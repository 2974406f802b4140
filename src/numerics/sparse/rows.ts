import type { Csr } from "../csr.js";
import { dropZeros } from "./build.js";

/**
 * The dense accumulator of a row-wise sparse product: one row at a time is scattered into it, then gathered with ascending
 * columns (Gustavson, ACM Trans. Math. Softw. 4, 250 (1978)).
 *
 * The caller scatters: where `mark[c]` is not the row's tag, it sets it, appends c to `list` and stores; else it adds.
 */
export class RowAccumulator {
  readonly re: Float64Array;
  readonly im: Float64Array;
  readonly mark: Int32Array;
  readonly list: Int32Array;
  /** Marks of row r are `firstTag + r`. */
  readonly firstTag: number;
  readonly #rows: number;
  readonly #cols: number;
  readonly #ptr: Int32Array;
  readonly #complex: boolean;
  #col: Int32Array;
  #outRe: Float64Array;
  #outIm: Float64Array;
  #filled = 0;

  /**
   * @param rows - rows of the result
   * @param cols - columns of the result
   * @param complex - whether imaginary parts are accumulated
   * @param expected - a guess of the number of entries
   */
  constructor(rows: number, cols: number, complex: boolean, expected: number) {
    const scratch = scratchFor(rows, cols, complex);
    this.re = scratch.re;
    this.im = scratch.im;
    this.mark = scratch.mark;
    this.list = scratch.list;
    this.firstTag = scratch.firstTag;
    this.#rows = rows;
    this.#cols = cols;
    this.#ptr = new Int32Array(rows + 1);
    this.#complex = complex;
    const capacity = Math.max(8, Math.min(expected, rows * cols));
    this.#col = new Int32Array(capacity);
    this.#outRe = new Float64Array(capacity);
    this.#outIm = new Float64Array(complex ? capacity : 0);
  }

  /** Appends the accumulated row, whose `count` columns stand in `list`. */
  finishRow(row: number, count: number): void {
    if (this.#filled + count > this.#col.length) this.#grow(this.#filled + count);
    const list = this.list;
    if (count * 8 > this.#cols) {
      let k = 0;
      const tag = this.firstTag + row;
      for (let c = 0; c < this.#cols; c++) if (this.mark[c] === tag) list[k++] = c;
    } else if (count > 24) {
      list.subarray(0, count).sort();
    } else {
      sortShort(list, count);
    }
    let f = this.#filled;
    for (let k = 0; k < count; k++, f++) {
      const c = list[k] as number;
      this.#col[f] = c;
      this.#outRe[f] = this.re[c] as number;
      if (this.#complex) this.#outIm[f] = this.im[c] as number;
    }
    this.#filled = f;
    this.#ptr[row + 1] = f;
  }

  /** The finished matrix. */
  finish(): Csr {
    const used = this.#filled;
    const exact = used === this.#col.length;
    const im = this.#complex ? (exact ? this.#outIm : this.#outIm.slice(0, used)) : undefined;
    return {
      rows: this.#rows,
      cols: this.#cols,
      ptr: this.#ptr,
      col: exact ? this.#col : this.#col.slice(0, used),
      re: exact ? this.#outRe : this.#outRe.slice(0, used),
      im: dropZeros(im),
    };
  }

  #grow(needed: number): void {
    const capacity = Math.max(needed, 2 * this.#col.length);
    const col = new Int32Array(capacity);
    col.set(this.#col);
    this.#col = col;
    const re = new Float64Array(capacity);
    re.set(this.#outRe);
    this.#outRe = re;
    if (!this.#complex) return;
    const im = new Float64Array(capacity);
    im.set(this.#outIm);
    this.#outIm = im;
  }
}

/** Dense rows to accumulate in; tags only ever grow, so that nothing need be cleared. */
interface Scratch {
  readonly re: Float64Array;
  readonly im: Float64Array;
  readonly mark: Int32Array;
  readonly list: Int32Array;
  nextTag: number;
}

const NO_IMAGINARY_PART = new Float64Array(0);
const LARGEST_TAG = 2 ** 31 - 1;

/** Kept from product to product, since clearing it would cost more than most products; every place is written before it is read. */
let kept: Scratch = {
  re: new Float64Array(64),
  im: new Float64Array(64),
  mark: new Int32Array(64).fill(-1),
  list: new Int32Array(64),
  nextTag: 0,
};

function scratchFor(rows: number, cols: number, complex: boolean): Omit<Scratch, "nextTag"> & { firstTag: number } {
  if (kept.mark.length < cols || kept.nextTag > LARGEST_TAG - rows) {
    const size = Math.max(cols, kept.mark.length);
    kept = {
      re: new Float64Array(size),
      im: new Float64Array(size),
      mark: new Int32Array(size).fill(-1),
      list: new Int32Array(size),
      nextTag: 0,
    };
  }
  const firstTag = kept.nextTag;
  kept.nextTag += rows;
  return { re: kept.re, im: complex ? kept.im : NO_IMAGINARY_PART, mark: kept.mark, list: kept.list, firstTag };
}

function sortShort(list: Int32Array, count: number): void {
  for (let k = 1; k < count; k++) {
    const value = list[k] as number;
    let m = k - 1;
    while (m >= 0 && (list[m] as number) > value) {
      list[m + 1] = list[m] as number;
      m--;
    }
    list[m + 1] = value;
  }
}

----

Tally up the lines in the records containing the word "void", then give the count and nothing else.

3